Aim of the task:
Copy, from the listing, every line in which the string "below" is present.
--- START ---
func scoresFigure(res *analysis.Result, a, b int) drawing {
	n := res.Decomp.Rows
	x, y := make([]float64, n), make([]float64, n)
	for i := 0; i < n; i++ {
		x[i], y[i] = res.Scores.At(i, a), res.Scores.At(i, b)
	}
	p := newPlot(fmt.Sprintf("Scores, PC%d against PC%d", b+1, a+1), componentLabel(res, a), componentLabel(res, b))
	p.Add(guides{})
	if lim := analysis.T2LimitModel(n, 2, analysis.Conf95); !math.IsNaN(lim) {
		ev := res.Decomp.Eigenvalues
		addEllipse(p, math.Sqrt(lim*ev[a]), math.Sqrt(lim*ev[b]), "95 % Hotelling T² ellipse")
	}
	flagged := flaggedSamples(res)
	th := thinSamples(x, y, flagged, groupIndex(res.Table))
	left := addGroupedPoints(p, res.Table, x, y, th)
	ann := &labeller{}
	ann.addPoints(th.subset(x), th.subset(y), vg.Points(sampleRadius))
	addExcludedScores(p, ann, res, a, b)
	nameSamples(ann, res.Table.IDs, flagged, x, y, beyond99)
	groupNote(ann, res.Table)
	dr := drawing{plot: p, w: figWidth, h: figTall, equalAspect: true, ann: ann, sampled: th.caption(beyond99)}
	dr.leaveOut(left, "sample")
	return dr
}

// indexScoresFigure shows PC1 scores against sample order when only one
// component is retained.
func indexScoresFigure(res *analysis.Result) drawing {
	n := res.Decomp.Rows
	x, y := make([]float64, n), make([]float64, n)
	for i := 0; i < n; i++ {
		x[i], y[i] = float64(i+1), res.Scores.At(i, 0)
	}
	p := newPlot("Scores on PC1 in sample order", "sample (input order)", componentLabel(res, 0))
	p.Add(guides{})
	ann := &labeller{}
	if lim := analysis.T2LimitModel(n, 1, analysis.Conf95); !math.IsNaN(lim) {
		addLimitPair(p, ann, math.Sqrt(lim*res.Decomp.Eigenvalues[0]))
	}
	flagged := flaggedSamples(res)
	th := thinSamples(x, y, flagged, groupIndex(res.Table))
	left := addGroupedPoints(p, res.Table, x, y, th)
	ann.addPoints(th.subset(x), th.subset(y), vg.Points(sampleRadius))
	addExcludedScores(p, ann, res, 0, -1)
	nameSamples(ann, res.Table.IDs, flagged, x, y, beyond99)
	groupNote(ann, res.Table)
	dr := drawing{plot: p, w: figWidth, h: figHeight, ann: ann, sampled: th.caption(beyond99)}
	dr.leaveOut(left, "sample")
	return dr
}

// addLimitPair draws the 95 % limits ±r of one component's scores, each
// named, unless r is not a finite number.
func addLimitPair(p *plot.Plot, ann *labeller, r float64) {
	if isFinite(r) {
		ann.addRef(p, refLine{at: r, style: lineStyle(accent95, 1, 4, 2), label: "+95 % limit"})
		ann.addRef(p, refLine{at: -r, style: lineStyle(accent95, 1, 4, 2), label: "−95 % limit"})
	}
}

// biplotVariables is the most variables a biplot draws.
const biplotVariables = 30

// biplotLabels is the most arrows a biplot names: the longest ones. More
// names than this crowd one another into a cluster of leader lines; the
// table below the figure lists the rest.
const biplotLabels = 15

// biplotFigure is Gabriel's (1971, Biometrika 58:453–467) biplot of PC1 and
// PC2 in its column-metric form: samples at their standardised scores
// t_ia/√λ_a, variables as arrows to v_ja·√λ_a (for unit-scaled data, the
// correlation of the variable with the component), arrows stretched by one
// common factor to the extent of the samples. The longest arrows are named
// at their tips; the table lists the others.
func biplotFigure(res *analysis.Result) drawing {
	n, p := res.Decomp.Rows, res.Decomp.Vars
	ev := res.Decomp.Eigenvalues
	x, y := make([]float64, n), make([]float64, n)
	reach := 0.0
	for i := 0; i < n; i++ {
		x[i] = res.Scores.At(i, 0) / math.Sqrt(ev[0])
		y[i] = res.Scores.At(i, 1) / math.Sqrt(ev[1])
		if r := math.Hypot(x[i], y[i]); isFinite(r) {
			reach = math.Max(reach, r)
		}
	}
	type arrow struct {
		j      int
		u, w   float64 // loading × √eigenvalue on PC1 and PC2
		length float64
	}
	var all []arrow
	longest := 0.0
	for j := 0; j < p; j++ {
		u := res.Decomp.Loadings.At(j, 0) * math.Sqrt(ev[0])
		w := res.Decomp.Loadings.At(j, 1) * math.Sqrt(ev[1])
		if !isFinite(u) || !isFinite(w) {
			continue
		}
		all = append(all, arrow{j, u, w, math.Hypot(u, w)})
		longest = math.Max(longest, math.Hypot(u, w))
	}
	// Longest first; ties keep the variables' order.
	slices.SortStableFunc(all, func(a, b arrow) int { return cmp.Compare(b.length, a.length) })
	stretch := 1.0
	if longest > 0 {
		stretch = 0.8 * reach / longest
	}
	pl := newPlot("Biplot, PC1 and PC2", componentLabel(res, 0)+" (standardised scores)", componentLabel(res, 1)+" (standardised scores)")
	pl.Add(guides{})
	th := thinSamples(x, y, flaggedSamples(res), groupIndex(res.Table))
	left := addGroupedPoints(pl, res.Table, x, y, th)
	ann := &labeller{}
	ann.addPoints(th.subset(x), th.subset(y), vg.Points(sampleRadius))
	var ar arrows
	for k, a := range all {
		ax, ay := a.u*stretch, a.w*stretch
		ar.x, ar.y = append(ar.x, ax), append(ar.y, ay)
		ann.arrows = append(ann.arrows, dataArrow{ax, ay})
		if k < biplotLabels {
			ann.names = append(ann.names, pointLabel{x: ax, y: ay, text: figureText(varLabel(res.Table, a.j), maxLabelRunes), color: accent99, gap: vg.Points(1), outward: true})
		}
	}
	pl.Add(ar)
	total := len(all)
	ann.note = func(named int) string {
		if named == total {
			return "Every arrow is named."
		}
		return fmt.Sprintf("The %d longest arrows are named; the table below lists the other %d variables, longest arrow first.", named, total-named)
	}
	dr := drawing{plot: pl, w: figWidth, h: figTall, equalAspect: true, ann: ann, sampled: th.caption(beyond99)}
	dr.table = func(named int) ([]string, [][]string) {
		if named >= total {
			return nil, nil
		}
		var rows [][]string
		for _, a := range all[named:] {
			rows = append(rows, []string{varLabel(res.Table, a.j), g4(a.u), g4(a.w), g4(a.length)})
		}
		return []string{"Variable not named in the biplot", "PC1 arrow (loading × √λ)", "PC2 arrow (loading × √λ)", "Arrow length"}, rows
	}
	dr.leaveOut(left, "sample")
	dr.leaveOut(p-len(all), "variable")
	return dr
}

func t2qFigure(res *analysis.Result) drawing {
	s := res.Samples
	return t2qDrawing("Hotelling T² against Q residual", s.T2, s.Q, s.Limits, flaggedSamples(res), res.Table.IDs)
}

// t2qDrawing plots T² against Q with the 95 % and 99 % limits, each named,
// flagged samples marked and the most extreme of them named.
func t2qDrawing(title string, t2, q []float64, l analysis.Limits, flaggedIdx []int, ids []string) drawing {
	pl := newPlot(title, "Hotelling T²", "Q residual")
	pl.Add(guides{})
	ann := &labeller{}
	ann.addRef(pl, refLine{vertical: true, at: l.T2_95, style: lineStyle(accent95, 1, 4, 2), label: "T² 95 %"})
	ann.addRef(pl, refLine{vertical: true, at: l.T2_99, style: lineStyle(accent99, 1), label: "T² 99 %"})
	if l.QMethod != analysis.QNone {
		ann.addRef(pl, refLine{at: l.Q95, style: lineStyle(accent95, 1, 4, 2), label: "Q 95 %"})
		ann.addRef(pl, refLine{at: l.Q99, style: lineStyle(accent99, 1), label: "Q 99 %"})
	}
	flagged := map[int]bool{}
	for _, i := range flaggedIdx {
		flagged[i] = true
	}
	th := thinSamples(t2, q, flaggedIdx, nil)
	var ix, iy, fx, fy []float64
	for _, i := range th.indices(len(t2)) {
		if flagged[i] {
			fx, fy = append(fx, t2[i]), append(fy, q[i])
		} else {
			ix, iy = append(ix, t2[i]), append(iy, q[i])
		}
	}
	_, left := addScatter(pl, ix, iy, draw.GlyphStyle{Color: mutedColor, Shape: draw.RingGlyph{}, Radius: th.glyph(vg.Points(2.2))}, "within the 99 % limits")
	_, l2 := addScatter(pl, fx, fy, draw.GlyphStyle{Color: accent99, Shape: draw.PyramidGlyph{}, Radius: vg.Points(3)}, "beyond a 99 % limit")
	ann.addPoints(ix, iy, vg.Points(2.2))
	ann.addPoints(fx, fy, vg.Points(3))
	nameSamples(ann, ids, flaggedIdx, t2, q, "beyond a 99 % limit")
	named := ann.note
	ann.note = func(k int) string {
		return "Hollow grey rings: samples within both 99 % limits; filled red triangles: samples beyond one. " + named(k)
	}
	pl.X.Min, pl.Y.Min = 0, 0
	dr := drawing{plot: pl, w: figWidth, h: figHeight, ann: ann, sampled: th.caption("beyond a 99 % limit")}
	dr.leaveOut(left+l2+th.unseen(len(t2)), "sample")
	return dr
}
--- END ---
Answer space:
// table below the figure lists the rest.
		return fmt.Sprintf("The %d longest arrows are named; the table below lists the other %d variables, longest arrow first.", named, total-named)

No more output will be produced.